Enrico De Pieri im Gespräch über den “Wahnsinn!” und über das Leben!

(c) Astrid Mohren
(c) Astrid Mohren

Der „Wahnsinn!“ schickt sich an, Köln zu erobern – das Musical mit der Musik von Wolfgang Petry geht vom 25. Dezember 2018 bis zum 26. Mai 2019 nach dem großen Erfolg im Frühjahr noch einmal für fünf Monate auf große Deutschlandtour. Unmittelbar nach Karneval 2019 gastiert es dabei für etwa sechs Wochen in der Domstadt, im Musical Dome direkt am Kölner Hauptbahnhof. Die Besetzung wird – bis auf eine Ausnahme – Markus Dietz ersetzt Detlef Leistenschneider als Karsten – dieselbe sein, wie sie schon zur Welturaufführung im Februar dieses Jahres in Duisburg auf der Bühne stand.
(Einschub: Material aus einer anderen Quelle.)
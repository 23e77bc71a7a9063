#include "field_checks_io.hpp"

#include <cmath>
#include <stdexcept>

#include <fmt/format.h>

#include "cf_variables.hpp"

namespace wetfront::profiles {

namespace {

namespace h5 = hdf5;

void require_length(std::size_t actual, std::size_t expected, std::string_view what) {
  if (actual != expected)
    throw std::invalid_argument(
        fmt::format("{} has {} entries, expected {} (one per visit interval)", what, actual, expected));
}

// The per-interval columns every recharge estimate has (amount, agreement, missing).
template <class Estimate>
void check_agreement_lengths(const Estimate& e, std::size_t intervals, std::string_view estimate) {
  require_length(e.amount_cm.size(), intervals, fmt::format("{} amount", estimate));
  require_length(e.agreement.size(), intervals, fmt::format("{} agreement", estimate));
  require_length(e.missing.size(), intervals, fmt::format("{} missing", estimate));
}

void check_darcy(const DarcyEstimateRecord& d, std::size_t intervals) {
  check_agreement_lengths(d, intervals, "Darcy estimate");
  if (!(d.upper_depth_cm < d.lower_depth_cm))
    throw std::invalid_argument(fmt::format("Darcy estimate: upper cup at {} cm is not above the lower one at {} cm",
                                            d.upper_depth_cm, d.lower_depth_cm));
}

void check_water_table(const WaterTableEstimateRecord& w, std::size_t intervals) {
  check_agreement_lengths(w, intervals, "water-table estimate");
  require_length(w.start_depth_cm.size(), intervals, "water-table estimate start depth");
  require_length(w.end_depth_cm.size(), intervals, "water-table estimate end depth");
  if (!(w.specific_yield > 0 && w.specific_yield < 1))
    throw std::invalid_argument(
        fmt::format("water-table estimate: specific yield {} is not between 0 and 1", w.specific_yield));
}

void check_stored_water(const StoredWaterRecord& s, std::size_t intervals) {
  require_length(s.observed_change_cm.size(), intervals, "stored water observed change");
  require_length(s.simulated_change_cm.size(), intervals, "stored water simulated change");
  const std::size_t visits = s.visit_days.size();
  if (visits != intervals + 1)
    throw std::invalid_argument(fmt::format(
        "stored water has {} visit times, expected {} (the run start and every interval end)", visits, intervals + 1));
  if (s.observed_cm.size() != visits || s.simulated_cm.size() != visits)
    throw std::invalid_argument("stored water: observed and simulated need one value per visit time");
  if (s.depths_cm.size() < 2) throw std::invalid_argument("stored water needs two or more depths");
}

// A per-interval dataset along the root's interval_end.
void along_intervals(const h5::Dataset& dataset, const h5::Dataset& interval_end) {
  h5::attach_dimension_scale(dataset, interval_end, 0);
}

void write_one_text(hid_t parent, std::string_view name, const std::string& text, std::string_view long_name) {
  h5::write_text_scalar(parent, name, text, long_name);
}

void write_one_number(hid_t parent, std::string_view name, double value, std::string_view units,
                      std::string_view long_name) {
  h5::write_double_scalar(parent, name, value, {units, long_name});
}

using cf::set_depth_attributes;

// The visit intervals as a group's own coordinate.
struct Intervals {
  const std::vector<double>& ends;
  const std::string& time_units;
};

h5::Dataset write_interval_ends(hid_t group, const Intervals& intervals) {
  return cf::write_time_axis(group, "interval_end", intervals.ends, intervals.time_units, "end of the visit interval");
}

void write_agreement(hid_t group, const h5::Dataset& interval_end, const std::vector<double>& amount,
                     const std::vector<std::string>& agreement, const std::vector<std::string>& missing,
                     std::string_view amount_long_name) {
  along_intervals(h5::write_vector(group, "amount", amount, {"cm", amount_long_name}), interval_end);
  along_intervals(h5::write_texts(group, "agreement", agreement,
                                  {"",
                                   "against the model's drainage at the recharge plane: agree, differ (signs differ "
                                   "or one exceeds the other by more than a factor of 2) or no estimate"}),
                  interval_end);
  along_intervals(
      h5::write_texts(group, "missing", missing, {"", "why the interval has no estimate (empty when it has one)"}),
      interval_end);
}

void write_darcy(hid_t parent, const DarcyEstimateRecord& d, const Intervals& intervals) {
  h5::Group group = h5::create_group(parent, "darcy");
  const h5::Dataset interval_end = write_interval_ends(group.id(), intervals);
  // The pair as dimension `sensor` (names as its coordinate), their depths along it.
  h5::Dataset sensor = h5::write_texts(group.id(), "sensor", {d.upper_sensor, d.lower_sensor},
                                       {"", "tensiometer pair, the upper first"});
  h5::make_coordinate(sensor);
  const double depths[2] = {d.upper_depth_cm, d.lower_depth_cm};
  h5::Dataset depth = h5::write_vector(group.id(), "sensor_depth", depths, {"cm", "depth of each tensiometer cup"});
  set_depth_attributes(depth);
  h5::attach_dimension_scale(depth, sensor, 0);
  write_one_text(
      group.id(), "conductivity_note", d.conductivity_note,
      "which layer's hydraulic model gives the conductivity, at which head, and how an interval's estimate is formed");
  write_agreement(group.id(), interval_end, d.amount_cm, d.agreement, d.missing,
                  "Darcy estimate of the flow below the pair in the interval (positive downward; NaN: no estimate)");
}

void write_water_table(hid_t parent, const WaterTableEstimateRecord& w, const Intervals& intervals) {
  h5::Group group = h5::create_group(parent, "water_table");
  const h5::Dataset interval_end = write_interval_ends(group.id(), intervals);
  write_one_text(group.id(), "well", w.well, "observation well read for the water-table level");
  write_one_number(group.id(), "specific_yield", w.specific_yield, "1",
                   "specific yield of the aquifer at the water table");
  write_one_text(group.id(), "specific_yield_note", w.specific_yield_note, "where the specific yield comes from");
  write_one_number(group.id(), "recession_rate", w.recession_cm_per_d, "cm/d",
                   "fall of the water table without recharge (antecedent recession)");
  h5::Dataset start = h5::write_vector(group.id(), "start_depth", w.start_depth_cm,
                                       {"cm", "water-table depth read at the start of the interval (NaN: no reading)"});
  h5::set_text_attribute(start.id(), ".", "positive", "down");
  along_intervals(start, interval_end);
  h5::Dataset end = h5::write_vector(group.id(), "end_depth", w.end_depth_cm,
                                     {"cm", "water-table depth read at the end of the interval (NaN: no reading)"});
  h5::set_text_attribute(end.id(), ".", "positive", "down");
  along_intervals(end, interval_end);
  write_agreement(group.id(), interval_end, w.amount_cm, w.agreement, w.missing,
                  "water-table-fluctuation recharge in the interval: specific yield x rise (NaN: no estimate)");
}

void write_stored_water(hid_t file, const StoredWaterRecord& s, const Intervals& intervals) {
  h5::Group group = h5::create_group(file, "stored_water");
  const h5::Dataset interval_end = write_interval_ends(group.id(), intervals);
  const h5::Dataset depth =
      cf::write_depth_axis(group.id(), "depth", s.depths_cm, "water-content depths the storage spans");
  h5::make_coordinate(
      h5::write_texts(group.id(), "source", s.sources, {"", "probes and core samples that give the readings"}));
  const h5::Dataset time = cf::write_time_axis(group.id(), "storage_time", s.visit_days, intervals.time_units,
                                               "the run start and the end of every visit interval");
  h5::attach_dimension_scale(
      h5::write_vector(
          group.id(), "observed", s.observed_cm,
          {"cm", "water stored over the depths from the readings (trapezoid; NaN: a depth has no reading)"}),
      time, 0);
  h5::attach_dimension_scale(
      h5::write_vector(group.id(), "simulated", s.simulated_cm,
                       {"cm", "water stored over the depths in the model at the same depths and times"}),
      time, 0);
  along_intervals(
      h5::write_vector(group.id(), "observed_change", s.observed_change_cm,
                       {"cm", "change of the observed storage over the interval (positive: gained; NaN: missing)"}),
      interval_end);
  along_intervals(h5::write_vector(group.id(), "simulated_change", s.simulated_change_cm,
                                   {"cm", "change of the simulated storage over the interval (positive: gained)"}),
                  interval_end);
}

// What write_agreement wrote: the estimate's amount, agreement and missing per interval.
template <class Estimate>
void read_agreement(hid_t group, std::size_t intervals, Estimate& e) {
  e.amount_cm = h5::read_doubles_of_length(group, "amount", intervals);
  e.agreement = h5::read_texts_of_length(group, "agreement", intervals);
  e.missing = h5::read_texts_of_length(group, "missing", intervals);
}

DarcyEstimateRecord read_darcy(hid_t parent, std::size_t intervals) {
  h5::Group group = h5::open_group(parent, "darcy");
  DarcyEstimateRecord d;
  const auto sensors = h5::read_texts_of_length(group.id(), "sensor", 2);
  const auto depths = h5::read_doubles_of_length(group.id(), "sensor_depth", 2);
  d.upper_sensor = sensors[0];
  d.lower_sensor = sensors[1];
  d.upper_depth_cm = depths[0];
  d.lower_depth_cm = depths[1];
  d.conductivity_note = h5::read_text_scalar(group.id(), "conductivity_note");
  read_agreement(group.id(), intervals, d);
  return d;
}

WaterTableEstimateRecord read_water_table(hid_t parent, std::size_t intervals) {
  h5::Group group = h5::open_group(parent, "water_table");
  WaterTableEstimateRecord w;
  w.well = h5::read_text_scalar(group.id(), "well");
  w.specific_yield = h5::read_double_scalar(group.id(), "specific_yield");
  w.specific_yield_note = h5::read_text_scalar(group.id(), "specific_yield_note");
  w.recession_cm_per_d = h5::read_double_scalar(group.id(), "recession_rate");
  w.start_depth_cm = h5::read_doubles_of_length(group.id(), "start_depth", intervals);
  w.end_depth_cm = h5::read_doubles_of_length(group.id(), "end_depth", intervals);
  read_agreement(group.id(), intervals, w);
  return w;
}

StoredWaterRecord read_stored_water(hid_t file, std::size_t intervals) {
  h5::Group group = h5::open_group(file, "stored_water");
  StoredWaterRecord s;
  std::vector<std::size_t> dims;
  s.depths_cm = h5::read_doubles(group.id(), "depth", 1, dims);
  s.sources = h5::read_texts(group.id(), "source");
  s.visit_days = h5::read_doubles_of_length(group.id(), "storage_time", intervals + 1);
  s.observed_cm = h5::read_doubles_of_length(group.id(), "observed", intervals + 1);
  s.simulated_cm = h5::read_doubles_of_length(group.id(), "simulated", intervals + 1);
  s.observed_change_cm = h5::read_doubles_of_length(group.id(), "observed_change", intervals);
  s.simulated_change_cm = h5::read_doubles_of_length(group.id(), "simulated_change", intervals);
  return s;
}

}  // namespace

void check_field_checks(const RunRecord& record) {
  const std::size_t intervals = record.visit_balance.size();
  if (record.darcy_estimate) check_darcy(*record.darcy_estimate, intervals);
  if (record.water_table_estimate) check_water_table(*record.water_table_estimate, intervals);
  if (record.stored_water) check_stored_water(*record.stored_water, intervals);
}

void write_field_checks(hid_t file, const RunRecord& record, const std::string& time_units,
                        const std::vector<double>& interval_ends) {
  const Intervals intervals{interval_ends, time_units};
  if (record.darcy_estimate || record.water_table_estimate) {
    h5::Group group = h5::create_group(file, "recharge_estimates");
    if (record.darcy_estimate) write_darcy(group.id(), *record.darcy_estimate, intervals);
    if (record.water_table_estimate) write_water_table(group.id(), *record.water_table_estimate, intervals);
  }
  if (record.stored_water) write_stored_water(file, *record.stored_water, intervals);
}

void read_field_checks(hid_t file, RunRecord& record) {
  const std::size_t intervals = record.visit_balance.size();
  if (h5::has_link(file, "recharge_estimates")) {
    h5::Group group = h5::open_group(file, "recharge_estimates");
    if (h5::has_link(group.id(), "darcy")) record.darcy_estimate = read_darcy(group.id(), intervals);
    if (h5::has_link(group.id(), "water_table")) record.water_table_estimate = read_water_table(group.id(), intervals);
  }
  if (h5::has_link(file, "stored_water")) record.stored_water = read_stored_water(file, intervals);
}

}  // namespace wetfront::profiles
Das Publikum begleitet vier Paare, welche an unterschiedlichen Phasen ihrer Partnerschaften stehen, nicht nur durch Irrungen und Wirrungen aus Alltagstrott, Sehnsucht, Liebe und verpassten Träumen, sondern auch durch die Höhen und Tiefen der jeweiligen Beziehungen. Tobi und Gianna lernen sich gerade kennen und lieben. Karsten und Gabi, Tobis Eltern, stecken in der alltäglichen Mühle fest und versuchen zudem noch die künstlerischen Ambitionen ihres Juniors umzulenken. Dann sind da noch Wolf und Jessica, die sich vor Jahren über den Weg gelaufen sind, aber zu ihrer beider Bedauern durch Missverständnisse nie zu einem Paar wurden und sich auch nie wieder gesehen haben, sowie Peter und Sabine, die gerade vor den Scherben ihrer Ehe stehen.

Enrico De Pieri, geboren im norddeutschen Kiel, verkörpert Peter, den wohlhabenden Inhaber einer Speditionsfirma, der in so manche komische Situation gerät. Bei der Pressekonferenz zur „Wahnsinn!“-Tour in Köln durfte ich mich mit ihm unterhalten und den Künstler ebenso wie den privaten Mann hinter der Bühnenfigur ein wenig näher kennenlernen.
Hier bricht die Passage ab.